Decisions have been made. Plans set into motion. Contracts signed. I recognize the reality of where things stand right now with respect to Addison Russell and the Cubs, and outside the small chance they decide to release him for (relatively minimal) termination pay or find a trade partner for him, the soon-to-be-25-year-old middle infielder will be part of the team when his suspension ends in early May.
That suspension, to which he agreed, came under MLB’s joint domestic violence policy, and is one of the longest ever handed down by the league. Those facts alone make his return to the Cubs unpalatable to many fans, and it only gets worse when you read about the alleged behavior that underlies the suspension.
But this is the route the Cubs opted to take when they tendered Russell a contract for 2019 back in November, and then avoided arbitration by signing a deal last week. Even in a tight-payroll situation, the Cubs apparently believe sufficiently in Russell’s unrealized offensive upside that they have deemed him worth both the unsavory position of employing him and also the up-to $3.4 million he’ll be paid in 2019.
Maybe the Cubs will be right. Maybe Russell will finally break out at the plate, and, more importantly, will demonstrate that he’s completely turned his life around and is contributing in a very positive way to the cause of domestic violence treatment and prevention. I don’t know which is less likely, but I will concede that each thing is possible.
As I look at the still-sizable free agent crop, though, I can’t help but wonder something I didn’t when thinking about the roster earlier in the offseason: what if the Cubs had decided to bring in a similar shortstop on a short-term deal?
That is to say, early in the offseason, when we had some measure of believe that the Cubs would move on from Russell, most speculation centered on a loaded second base free agent class, from which the Cubs could pluck a player and permanently install Javy Baez at shortstop. Having signed Daniel Descalso to be a second-base-heavy utility guy, though – oh, and without significant payroll flexibility – that thinking went by the wayside.
But for the $3.4 million the Cubs have committed to Russell in 2019, could they instead have brought in a similar player in free agency?
Consider two 29-year-old shortstops that are still on the free agent market, and how their performance the last three years stacks up with Russell’s:
Remarkably similar profiles, right? Each of the trio is light on the bat, superlative with the glove. Russell likely offers the best bat, while Iglesias offers the best glove. Galvis is probably somewhere in the middle.
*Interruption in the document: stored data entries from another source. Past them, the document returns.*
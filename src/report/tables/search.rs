//! `search.csv`: every Monte Carlo evaluation of the sample-size search, one row per
//! design × evaluation × target, in the order the search made them; `answer` marks the
//! rows of the count the search reports.

use super::{num, write};
use crate::search::{SearchOutcome, SearchResult, Target};

/// Column names, in order.
pub const COLUMNS: [&str; 12] = [
    "design",
    "evaluation",
    "trials",
    "target",
    "on",
    "threshold",
    "value",
    "low",
    "high",
    "met",
    "all_met",
    "answer",
];

/// The target's kind, what it is about and its threshold.
fn target_columns(t: &Target) -> [String; 3] {
    match t {
        Target::Power {
            hypothesis,
            at_least,
        } => ["power".into(), hypothesis.clone(), num(*at_least)],
        Target::HalfWidth { quantity, at_most } => [
            "half-width".into(),
            quantity.key().to_string(),
            num(*at_most),
        ],
        Target::Correlation { at_most } => [
            "correlation".into(),
            "d_prime,criterion".into(),
            num(*at_most),
        ],
    }
}

pub fn render(searches: &[SearchResult]) -> Result<Vec<u8>, csv::Error> {
    let mut rows = Vec::new();
    for s in searches {
        let answer = match s.outcome {
            SearchOutcome::Found { trials, .. } => Some(trials),
            _ => None,
        };
        for (i, point) in s.evaluated.iter().enumerate() {
            for v in &point.values {
                let mut row = vec![
                    s.design.clone(),
                    (i + 1).to_string(),
                    point.trials.to_string(),
                ];
                row.extend(target_columns(&v.target));
                row.extend([
                    num(v.value),
                    num(v.low),
                    num(v.high),
                    v.met.to_string(),
                    point.met.to_string(),
                    (answer == Some(point.trials)).to_string(),
                ]);
                rows.push(row);
            }
        }
    }
    write(&COLUMNS, &rows)
}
To be sure, no one is saying Jose Iglesias or Freddy Galvis should be aggressive free agent targets for the Cubs, or even necessarily should have been at the outset of the offseason. Rather, I’m saying that if the Cubs were going to go year-to-year with Russell anyway (i.e., no real commitment beyond 2019), might they have gotten one of Iglesias or Galvis for 2019 at a similar or lesser price? And gotten the same or similar production? And not had to continue employing a player suspended for domestic violence? (The Steamer projections, by the way, for Iglesias and Russell are similar next year, with Galvis lagging behind.)
For all we know, this was under consideration back in November, but the timing just wasn’t right to get a deal nailed down, so the Cubs tendered Russell. The market has likely changed quite a bit since then for free agents in the Iglesias/Galvis tier, and maybe what seems rational now would have seemed crazy back then (though anticipating these movements is part of the job).
The other big caveat here is that, if the market hasn’t changed, then a guy like Iglesias could wind up getting a lot more than Russell in 2019 – he was projected by FanGraphs to land a two or three-year deal at the outset of the winter, worth anywhere from $6 to $9 million per year. If money is tight for the Cubs, and if Iglesias’s market hasn’t cratered, then there’s a really significant difference there.
In any case, this is not something we’d teed up in the past, and, with Russell’s contract now in place for 2019, I thought it worth at least mentioning as a route the Cubs could have opted to take.
Well, strictly speaking, it is still a route they could take.